400 - Validation Error

{
    "success": false,
    "error": "Validation error",
    "message": "Invalid url",
    "details": {
        "issues": [
            {
                "field": "url",
                "message": "Invalid url",
                "code": "invalid_string"
            }
        ]
    }
}

402 - Insufficient Credits

{
    "success": false,
    "error": "Insufficient credits",
    "message": "Estimated credits required (1) exceeds available credits (0).",
    "details": {
        "estimated_total": 1,
        "available_credits": 0
    }
}

500 - Internal Server Error

{
    "success": false,
    "error": "Internal server error",
    "message": "Error message details"
}

Best Practices

Use Cases

  1. Crawl Planning: Use Map to discover all URLs before starting a full crawl
  2. Content Indexing: Build a complete index of a website's pages
  3. Site Auditing: Find all pages for SEO or accessibility audits
  4. Link Analysis: Analyze internal linking structure

Performance Tips

  • Use ignore_sitemap: true for faster results when sitemap is not needed
  • Set appropriate limit to avoid processing unnecessary URLs
  • Use include_subdomains: false (default) unless you need cross-subdomain discovery

Combining with Crawl

Map is ideal for planning crawl operations:

// Step 1: Discover URLs with Map
const mapResponse = await fetch("/v1/map", {
    method: "POST",
    headers: { "Content-Type": "application/json" },
    body: JSON.stringify({
        url: "https://docs.example.com",
        limit: 100,
    }),
});
const { data: urls } = await mapResponse.json();

// Step 2: Use discovered URLs to plan crawl
const crawlResponse = await fetch("/v1/crawl", {
    method: "POST",
    headers: { "Content-Type": "application/json" },
    body: JSON.stringify({
        url: "https://docs.example.com",
        include_paths: urls.map((u) => new URL(u.url).pathname),
        limit: 100,
    }),
});

Credits

OperationCredits
Map operation1

Total: 1 credit per request.

Frequently Asked Questions

Q: What's the difference between Map and Crawl?

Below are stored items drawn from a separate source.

impl<const K: usize> Graph<K> {
    /// A graph without unknowns, with room for `m` (each record is written once, as it is
    /// added: the records of a large hole are tens of megabytes, new memory each time).
    fn new(m: usize) -> Self {
        // Degrees past MAX_FRONT share the last list: such an unknown ends the ordering when taken.
        let lists = MAX_FRONT + 2;
        Self {
            nodes: Vec::with_capacity(m),
            spilled: Vec::new(),
            head: vec![NONE; lists],
            tail: vec![NONE; lists],
            min: 0,
        }
    }

    /// Adds an unknown, not in a degree list, with the diagonal `diag` and the values `entries`
    /// towards its neighbours (which may be added later).
    fn add_row(&mut self, diag: f64, entries: impl Iterator<Item = (u32, f64)>) {
        let v = self.nodes.len();
        self.nodes.push(Node {
            len: 0,
            spill: NONE,
            prev: NONE,
            next: NONE,
            linked: false,
            diag,
            nbr: [0; K],
            val: [0.0; K],
        });
        for (t, x) in entries {
            self.push(v, t, x);
        }
    }

    /// Adds `x` to `v`'s value towards `t`, joining them if they were not.
    fn add(&mut self, v: usize, t: u32, x: f64) {
        let (list, values) = self.list_mut(v);
        match list.iter().position(|&s| s == t) {
            Some(k) => values[k] += x,
            None => self.push(v, t, x),
        }
    }

    /// Asks for `v`'s record ahead of its use, so that the misses of a front's records overlap.
    #[inline]
    fn prefetch(&self, v: usize) {
        #[cfg(target_arch = "x86_64")]
        {
            use std::arch::x86_64::{_MM_HINT_T0, _mm_prefetch};
            let p: *const Node<K> = &self.nodes[v];
            // SAFETY: prefetching never faults; only its first two cache lines are asked for.
            unsafe {
                _mm_prefetch::<_MM_HINT_T0>(p.cast::<i8>());
                _mm_prefetch::<_MM_HINT_T0>(p.cast::<i8>().wrapping_add(64));
            }
        }
    }

    fn len(&self, v: usize) -> usize {
        let node = &self.nodes[v];
        if node.spill == NONE { node.len as usize } else { self.spilled[node.spill as usize].0.len() }
    }

    fn list(&self, v: usize) -> (&[u32], &[f64]) {
        let node = &self.nodes[v];
        if node.spill == NONE {
            let n = node.len as usize;
            (&node.nbr[..n], &node.val[..n])
        } else {
            let (nbr, val) = &self.spilled[node.spill as usize];
            (nbr, val)
        }
    }

    fn list_mut(&mut self, v: usize) -> (&mut [u32], &mut [f64]) {
        let node = &mut self.nodes[v];
        if node.spill == NONE {
            let n = node.len as usize;
            (&mut node.nbr[..n], &mut node.val[..n])
        } else {
            let (nbr, val) = &mut self.spilled[node.spill as usize];
            (nbr, val)
        }
    }

    fn push(&mut self, v: usize, t: u32, x: f64) {
        let node = &mut self.nodes[v];
        if node.spill != NONE {
            let (nbr, val) = &mut self.spilled[node.spill as usize];
            nbr.push(t);
            val.push(x);
        } else if (node.len as usize) < K {
            node.nbr[node.len as usize] = t;
            node.val[node.len as usize] = x;
            node.len += 1;
        } else {
            let (mut nbr, mut val) = (node.nbr.to_vec(), node.val.to_vec());
            nbr.push(t);
            val.push(x);
            node.spill = u32::try_from(self.spilled.len()).expect("spilled lists fit in u32");
            self.spilled.push((nbr, val));
        }
    }

    /// Removes `t` from `v`'s list (order is not kept).
    fn remove(&mut self, v: usize, t: u32) {
        let node = &mut self.nodes[v];
        if node.spill == NONE {
            let n = node.len as usize;
            if let Some(k) = node.nbr[..n].iter().position(|&x| x == t) {
                node.nbr[k] = node.nbr[n - 1];
                node.val[k] = node.val[n - 1];
                node.len -= 1;
            }
        } else {
            let (nbr, val) = &mut self.spilled[node.spill as usize];
            if let Some(k) = nbr.iter().position(|&x| x == t) {
                nbr.swap_remove(k);
                val.swap_remove(k);
            }
        }
    }

    /// Joins `v` to the back of its degree's list.
    fn link(&mut self, v: usize) {
        let d = self.len(v).min(self.head.len() - 1);
        let t = self.tail[d];
        let node = &mut self.nodes[v];
        (node.prev, node.next, node.linked) = (t, NONE, true);
        if t == NONE {
            self.head[d] = index_u32(v);
        } else {
            self.nodes[t as usize].next = index_u32(v);
        }
        self.tail[d] = index_u32(v);
        self.min = self.min.min(d);
    }

    /// Takes `v` out of its degree's list (its list must not have changed since [`Graph::link`]);
    /// whether it was in one.
    fn unlink(&mut self, v: usize) -> bool {
        if !self.nodes[v].linked {
            return false;
        }
        let d = self.len(v).min(self.head.len() - 1);
        let node = &mut self.nodes[v];
        let (p, n) = (node.prev, node.next);
        node.linked = false;
        if p == NONE {
            self.head[d] = n;
        } else {
            self.nodes[p as usize].next = n;
        }
        if n == NONE {
            self.tail[d] = p;
        } else {
            self.nodes[n as usize].prev = p;
        }
        true
    }

    /// Eliminates every linked unknown, least degree first (the others stay, with the updates the
    /// eliminations made to their rows). `global` gives the matrix's index of each of the graph's
    /// unknowns (`None`: the same). `None` when an elimination's neighbour set passes
    /// [`MAX_FRONT`], the multiply-adds pass `limit`, or a pivot is not positive.
    ///
    /// The graph carries the values of the matrix left to eliminate (right-looking Cholesky):
    /// eliminating `v` makes its column of the factor from its list and takes the column's outer
    /// product from its neighbours' lists while they are in cache. Ordering and factoring in one
    /// pass saves a separate numeric factorisation's visits to every column, which in
    /// elimination order jump about the unknowns (scratches at 4096: 34 of 108 ms).
    fn eliminate(&mut self, global: Option<&[u32]>, limit: usize) -> Option<Columns> {
        let m = self.nodes.len();
        let name = |v: u32| global.map_or(v, |g| g[v as usize]);
        let mut out = Columns::default();
        out.col.push(0u32);
        // Thin holes take about 3 entries per unknown, the 13-point stencil's about 7.
        out.row.reserve(3 * m);
        out.val.reserve(3 * m);
        let (mut front, mut l) = ([0u32; MAX_FRONT], [0f64; MAX_FRONT]);
        // Where each member of the list being joined sits in it (fronts longer than SCAN only;
        // an entry is current when the list holds its unknown at that place).
        let mut place: Vec<u32> = Vec::new();
        while let Some(v) = self.pop_min() {
            let (list, values) = self.list(v);
            let f = list.len();
            if f > MAX_FRONT {
                return None;
            }
            out.work += f * (f + 3) / 2;
            if out.work > limit {
                return None;
            }
            let d = self.nodes[v].diag;
            if d <= 0.0 || !d.is_finite() {
                return None;
            }
            let inv = 1.0 / d.sqrt();
            front[..f].copy_from_slice(list);
            for &u in &front[..f] {
                self.prefetch(u as usize);
            }
            for (lt, &a) in l[..f].iter_mut().zip(values) {
                *lt = a * inv;
            }
            let (front, l) = (&front[..f], &l[..f]);
            out.order.push(name(index_u32(v)));
            out.inv_diag.push(inv);
            out.row.extend(front.iter().map(|&t| name(t)));
            out.val.extend_from_slice(l);
            out.col.push(index_u32(out.row.len()));
            if f > SCAN && place.len() < m {
                place.resize(m, 0);
            }
            // The Schur complement: a_ut −= l_u·l_t for every pair of the front, a fill entry
            // where u and t were not joined.
            for (i, (&u, &lu)) in front.iter().zip(l).enumerate() {
                let u = u as usize;
                let linked = self.unlink(u);
                self.nodes[u].diag -= lu * lu;
                self.remove(u, index_u32(v));
                if f > SCAN {
                    for (k, &t) in self.list(u).0.iter().enumerate() {
                        place[t as usize] = index_u32(k);
                    }
                }
                for (j, (&t, &lt)) in front.iter().zip(l).enumerate() {
                    if j == i {
                        continue;
                    }
                    let (list, values) = self.list_mut(u);
                    let k = if f > SCAN {
                        let k = place[t as usize] as usize;
                        (k < list.len() && list[k] == t).then_some(k)
                    } else {
                        list.iter().position(|&x| x == t)
                    };
                    match k {
                        Some(k) => values[k] -= lt * lu,
                        None => self.push(u, t, -(lt * lu)),
                    }
                }
                if linked {
                    self.link(u);
                }
            }
        }
        Some(out)
    }

    /// Takes the unknown of least degree that joined last.
    fn pop_min(&mut self) -> Option<usize> {
        while self.min < self.head.len() && self.head[self.min] == NONE {
            self.min += 1;
        }
        let v = *self.tail.get(self.min)? as usize;
        self.unlink(v);
        Some(v)
    }
}
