//! Background work for the window: loading, filling and saving run on named threads that report
//! through a channel and ask for a repaint, so the window never blocks. A fill can be cancelled.

use std::path::PathBuf;
use std::sync::Arc;
use std::sync::atomic::{AtomicBool, Ordering};
use std::sync::mpsc::{Receiver, Sender, channel};

use crate::fill::{FillParams, FillReport, Solver, Start};
use crate::mask::Mask;
use crate::raster::{self, Raster};

/// What a worker reports.
pub enum Message {
    /// An image read, with its display stretch and the tiles of its picture made off the UI thread.
    Loaded {
        path: PathBuf,
        raster: Box<Raster>,
        mask: Option<Mask>,
        /// The file's no-data value and how many pixels held it (or NaN); they are in `mask`.
        nodata: Option<f64>,
        missing: usize,
        stretch: super::canvas::Stretch,
        tiles: Vec<egui::ColorImage>,
    },
    Progress {
        cycle: usize,
        max_cycles: usize,
        residual: f64,
    },
    Filled {
        planes: Vec<Vec<f32>>,
        report: FillReport,
        mask: Mask,
    },
    /// A re-fill of the holes near an edit: the planes with those holes filled, the rectangle
    /// `(x0, y0, x1, y1)` where pixels may have changed, and the report of the holes re-filled
    /// (`None` when the edit left no hole to fill nearby).
    FilledNear {
        planes: Vec<Vec<f32>>,
        report: Option<FillReport>,
        mask: Mask,
        changed: (usize, usize, usize, usize),
    },
    /// A fill that failed or was cancelled hands its (unchanged) planes back.
    FillFailed {
        planes: Vec<Vec<f32>>,
        error: String,
    },
    Saved {
        path: PathBuf,
        notes: Vec<String>,
    },
    MaskSaved(Result<PathBuf, String>),
    /// What a report needs that takes time: the input's hash, the saved result's hash (if it is
    /// saved) and the hole count of the filled mask.
    ReportInputs {
        path: PathBuf,
        image: Result<crate::report::FileRecord, String>,
        output: Option<crate::report::FileRecord>,
        holes: crate::mask::HoleStats,
    },
    Detected {
        mask: Mask,
        method: crate::cli::DetectMethod,
    },
    Failed(String),
}

/// A fill's progress callback: sends each cycle's progress, asks for a repaint, and says whether
/// to go on (false once Cancel was pressed).
fn reporter<'a>(
    tx: &'a Sender<Message>,
    repaint: &'a (dyn Fn() + Send + Sync),
    cancel: &'a AtomicBool,
) -> impl FnMut(&crate::fill::Progress) -> bool + Send + 'a {
    let tx = tx.clone();
    move |p| {
        let _ = tx.send(Message::Progress { cycle: p.cycle, max_cycles: p.max_cycles, residual: p.residual });
        repaint();
        !cancel.load(Ordering::Relaxed)
    }
}

/// A running job.
pub struct Worker {
    pub what: &'static str,
    pub receiver: Receiver<Message>,
    cancel: Arc<AtomicBool>,
}

impl Worker {
    /// Asks the job to stop (fills stop at the next cycle; nothing is changed).
    pub fn cancel(&self) {
        self.cancel.store(true, Ordering::Relaxed);
    }

    fn spawn(
        what: &'static str,
        repaint: impl Fn() + Send + 'static,
        job: impl FnOnce(&Sender<Message>, &AtomicBool) + Send + 'static,
    ) -> Self {
        let (tx, rx) = channel();
        let cancel = Arc::new(AtomicBool::new(false));
        let flag = Arc::clone(&cancel);
        let spawned = std::thread::Builder::new().name(format!("reweave-{what}")).spawn(move || {
            job(&tx, &flag);
            repaint();
        });
        if let Err(e) = spawned {
            let (tx, rx2) = channel();
            let _ = tx.send(Message::Failed(format!("could not start the {what} thread: {e}")));
            return Self { what, receiver: rx2, cancel };
        }
        Self { what, receiver: rx, cancel }
    }

    /// Loads an image (and optionally a mask of its size).
    pub fn load(path: PathBuf, mask_path: Option<PathBuf>, repaint: impl Fn() + Send + 'static) -> Self {
        Self::spawn("load", repaint, move |tx, _| {
            let msg = match raster::load(&path) {
                Ok(r) => match mask_path.map(|m| raster::load_mask(&m, r.width, r.height)).transpose() {
                    Ok(mask) => {
                        // No-data and NaN samples are damage too: they join the mask from the start.
                        let nodata = r.metadata.nodata.as_deref().and_then(raster::nodata::parse_nodata);
                        let missing = raster::nodata::missing_samples(&r, nodata);
                        let mask = if missing.is_empty() {
                            mask
                        } else {
                            let mut m = mask.unwrap_or_else(|| Mask::new(r.width, r.height));
                            for (a, &b) in m.bits_mut().iter_mut().zip(missing.bits()) {
                                *a |= b;
                            }
                            Some(m)
                        };
                        let missing = missing.count();
                        let stretch = super::canvas::Stretch::of(&r);
                        let (planes, layout) = (&r.planes, r.layout);
                        let tiles = super::canvas::tile_images(r.width, r.height, super::canvas::IMAGE_TILE, &|i| {
                            super::canvas::colour(planes, layout, stretch, i)
                        });
                        Message::Loaded { path, raster: Box::new(r), mask, nodata, missing, stretch, tiles }
                    }
                    Err(e) => Message::Failed(e.to_string()),
                },
                Err(e) => Message::Failed(e.to_string()),
            };
            let _ = tx.send(msg);
        })
    }

    /// Re-fills the holes of `mask` near the rectangle `region` (see [`crate::fill::fill_near`]),
    /// moving filled samples off the no-data value `nodata` of a `format` image if there is one.
    pub fn fill_near(
        mut planes: Vec<Vec<f32>>,
        mask: Mask,
        region: (usize, usize, usize, usize),
        params: FillParams,
        nodata: Option<(f64, crate::raster::SampleFormat)>,
        repaint: impl Fn() + Send + Sync + 'static,
    ) -> Self {
        let repaint = Arc::new(repaint);
        let ping = Arc::clone(&repaint);
        Self::spawn(
            "fill",
            move || repaint(),
            move |tx, cancel| {
                let result = crate::fill::fill_near(&planes, &mask, region, &params, &mut reporter(tx, &*ping, cancel));
                let msg = match result {
                    Ok(None) => Message::FilledNear { planes, report: None, mask, changed: region },
                    Ok(Some(mut local)) => {
                        if let Some((v, format)) = nodata {
                            raster::nodata::keep_off_nodata(&mut local.planes, format, &local.mask, v);
                        }
                        local.write_back(&mut planes, mask.width());
                        let (a, b) = (local.bbox(), region);
                        let changed = (a.0.min(b.0), a.1.min(b.1), a.2.max(b.2), a.3.max(b.3));
                        Message::FilledNear { planes, report: Some(local.report), mask, changed }
                    }
                    Err(e) => Message::FillFailed { planes, error: e.to_string() },
                };
                let _ = tx.send(msg);
            },
        )
    }

    /// Fills `planes` under `mask`.
    pub fn fill(
        mut planes: Vec<Vec<f32>>,
        mask: Mask,
        params: FillParams,
        start: Start,
        repaint: impl Fn() + Send + Sync + 'static,
    ) -> Self {
        let repaint = Arc::new(repaint);
        let ping = Arc::clone(&repaint);
        Self::spawn(
            "fill",
            move || repaint(),
            move |tx, cancel| {
                let solver = match Solver::for_method(&mask, params.method) {
                    Ok(s) => s,
                    Err(e) => {
                        let _ = tx.send(Message::FillFailed { planes, error: e.to_string() });
                        return;
                    }
                };
                let mut views: Vec<&mut [f32]> = planes.iter_mut().map(Vec::as_mut_slice).collect();
                let result = solver.solve(&mut views, &params, start, &mut reporter(tx, &*ping, cancel));
                drop(views);
                let msg = match result {
                    Ok(report) => Message::Filled { planes, report, mask },
                    Err(e) => Message::FillFailed { planes, error: e.to_string() },
                };
                let _ = tx.send(msg);
            },
        )
    }

    /// Looks for damage in `raster` with `method`.
    pub fn detect(raster: Raster, method: crate::cli::DetectMethod, repaint: impl Fn() + Send + 'static) -> Self {
        Self::spawn("search", repaint, move |tx, _| {
            let msg = match crate::cli::detect_one(method, &raster, &crate::cli::DetectOptions::default()) {
                Ok(mask) => Message::Detected { mask, method },
                Err(e) => Message::Failed(format!("{e:#}")),
            };
            let _ = tx.send(msg);
        })
    }

    /// Saves a raster (result) to `path`.
    /// Writes the mask as a PNG.
    pub fn save_mask(mask: Mask, path: PathBuf, repaint: impl Fn() + Send + 'static) -> Self {
        Self::spawn("save mask", repaint, move |tx, _| {
            let _ =
                tx.send(Message::MaskSaved(raster::save_mask(&mask, &path).map(|()| path).map_err(|e| e.to_string())));
        })
    }

    /// Gathers the slow parts of a report to be written to `path`: hashes `image` and, if given,
    /// the saved result `output`, and counts the holes of `filled`.
    pub fn report_inputs(
        path: PathBuf,
        image: PathBuf,
        output: Option<PathBuf>,
        filled: std::sync::Arc<Mask>,
        repaint: impl Fn() + Send + 'static,
    ) -> Self {
        Self::spawn("report", repaint, move |tx, _| {
            let image =
                crate::report::FileRecord::of(&image).map_err(|e| format!("cannot read {}: {e}", image.display()));
            let output = output.and_then(|o| crate::report::FileRecord::of(&o).ok());
            let holes = filled.hole_stats();
            let _ = tx.send(Message::ReportInputs { path, image, output, holes });
        })
    }

    pub fn save(raster: Raster, path: PathBuf, repaint: impl Fn() + Send + 'static) -> Self {
        Self::spawn("save", repaint, move |tx, _| {
            let msg = match raster::save_noting(&raster, &path) {
                Ok(notes) => Message::Saved { path, notes },
                Err(e) => Message::Failed(e.to_string()),
            };
            let _ = tx.send(msg);
        })
    }
}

A: Map discovers URLs without fetching page content - it's fast and lightweight. Crawl fetches and processes the actual content of each page. Use Map for URL discovery and planning, Crawl for content extraction.

Q: Why are some URLs missing from the results?

A: Possible reasons:

  • URLs are on a different domain/subdomain (use include_subdomains: true)
  • Website doesn't have a sitemap
  • URLs are generated dynamically via JavaScript
  • URLs exceed the limit parameter

Q: How does search engine discovery work?

A: The Map API automatically queries search engines with site:domain.com to discover pages that have been indexed. This helps find URLs that may not be in the sitemap or linked from the main page.

Q: Does Map follow redirects?

A: Map extracts URLs as they appear in sitemaps and page links. It does not follow redirects to discover additional URLs.

Q: Is there a rate limit?

A: No, the API natively supports high concurrency. You can make multiple simultaneous requests without rate limiting concerns.